= Pflanzengarten Bad Schandau =

Botanical garden in Saxony, Germany

The Pflanzengarten Bad Schandau (6100 m^{2}) is a botanical garden located in the Saxon Switzerland National Park on the Kirnitzschtalstraße (Kirnitzsch valley), Bad Schandau, Saxony, Germany. It is open daily from April to October.

The garden opened in 1902 as the Regionalbotanischer Garten Sachsens (Saxon Regional Botanical Garden), with a goal of preserving local plants, including rare poisonous and medicinal plants. As of 2002, it contained nearly 1000 taxa from cool and moist climates around the world, but focuses on plants of the Saxon Switzerland area, including 323 species from the area, of which about 80 species were protected or on Saxony's Red List.
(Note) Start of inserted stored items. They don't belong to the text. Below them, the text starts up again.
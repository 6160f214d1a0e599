import { and, asc, eq, isNull } from 'drizzle-orm'
import { allowanceOf } from '#shared/physics/link/allowance'
import type { MeanElements } from '#shared/physics/types'
import type { ComparisonOut } from '#shared/schemas/elements'
import { elementSets, links, spacecraft, stations } from '~~/server/database/schema'
import { runTask } from '~~/server/workers/pool'
import type { Deps } from '../context'
import { learnedAccuracy } from '../prediction/learned-accuracy'
import type { SpacecraftRow } from '../prediction/models'
import { alongTrackOf, linkModelOf, siteOf } from '../prediction/models'
import { readSettings } from '../settings/read-settings'
import { ut1InForce } from '../settings/ut1-in-force'
import { findSet } from './use-element-set'

const SPAN_MS = 48 * 3_600_000
const DAY_MS = 86_400_000

/**
 * Shift of prediction: the passes of the next 48 h over every station by this set against those by the set in use,
 * per link against its allowance, and warnings with their reasons. Without a set in use every pass is new.
 */
export async function compareElementSet({ db, now }: Pick<Deps, 'db' | 'now'>, { id }: { id: string }): Promise<ComparisonOut> {
  const set = await findSet(db, id)
  const [craft] = set.spacecraftId ? await db.select().from(spacecraft).where(eq(spacecraft.id, set.spacecraftId)) : []
  const [inUse] = craft?.inUseSetId ? await db.select().from(elementSets).where(eq(elementSets.id, craft.inUseSetId)) : []
  const stationRows = await db.select().from(stations).where(isNull(stations.retiredAt)).orderBy(asc(stations.name))
  const linkRows = craft ? await db.select().from(links).where(and(eq(links.spacecraftId, craft.id), isNull(links.retiredAt))).orderBy(asc(links.name)) : []
  const settings = await readSettings(db)
  // What flies now says how far a set may be from it; the candidate must not excuse itself.
  const accuracyOf = async (craft: SpacecraftRow, elements: MeanElements) =>
    alongTrackOf(craft, elements, await learnedAccuracy({ db }, { spacecraftId: craft.id, elements: (inUse ?? set).elements, settings }))

  const fromMs = now.getTime()
  const { warnings, passes } = await runTask('compare-sets', {
    candidate: { elements: set.elements, accuracy: craft ? await accuracyOf(craft, set.elements) : null },
    inUse: craft && inUse ? { elements: inUse.elements, accuracy: await accuracyOf(craft, inUse.elements) } : null,
    stations: stationRows.map(row => ({ id: row.id, site: siteOf(row) })),
    links: linkRows.map(({ id, direction, carrierHz, turnaroundNumerator }) => ({ id, direction, carrierHz, isCoherent: turnaroundNumerator !== null })),
    fromMs, toMs: fromMs + SPAN_MS, horizonEndMs: fromMs + settings.horizonDays * DAY_MS,
    ut1MinusUtcS: ut1InForce(settings, now).ut1MinusUtcS,
  })

  const stationNames = new Map(stationRows.map(row => [row.id, row.name]))
  const linkFacts = new Map(linkRows.map(row => [row.id, { linkName: row.name, allowanceHz: allowanceOf(linkModelOf(row)).allowanceHz }]))
  return {
    setId: id,
    inUseSetId: craft?.inUseSetId ?? null,
    warnings,
    passes: passes.map(({ aosMs, links, ...pass }) => ({
      ...pass,
      stationName: stationNames.get(pass.stationId)!,
      aos: new Date(aosMs).toISOString(),
      links: links.map(({ id: linkId, worstShiftHz }) => ({ linkId, ...linkFacts.get(linkId)!, worstShiftHz })),
    })),
  }
}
== Things to do in Bad Schandau ==
There's an abundance of things to see and do throughout the Bad Schandau area, alongside the gardens, including:

- The Spa Park
- Kirnitzchtal Railway
- St. John's Church
- The Sendigbrunnen Fountain
- Schomburg Castle Ruins
- Ostrau Sendigvillen Wooden Villas
- Elbe Sandstone Mountains Museum (open from February to December)
- High-top Viewing Platform (which can be accessed via a historic passenger elevator), providing views of the town.
- Botanical Gardens
- Library
- National Park Centre
- City & Guided Tours

== Gastronomy ==
The areas gastronomy is very much focused on the use of seasonal and regional ingredients, with restaurants, pubs, and traditional taverns. There are plenty of indoor and in-nature options.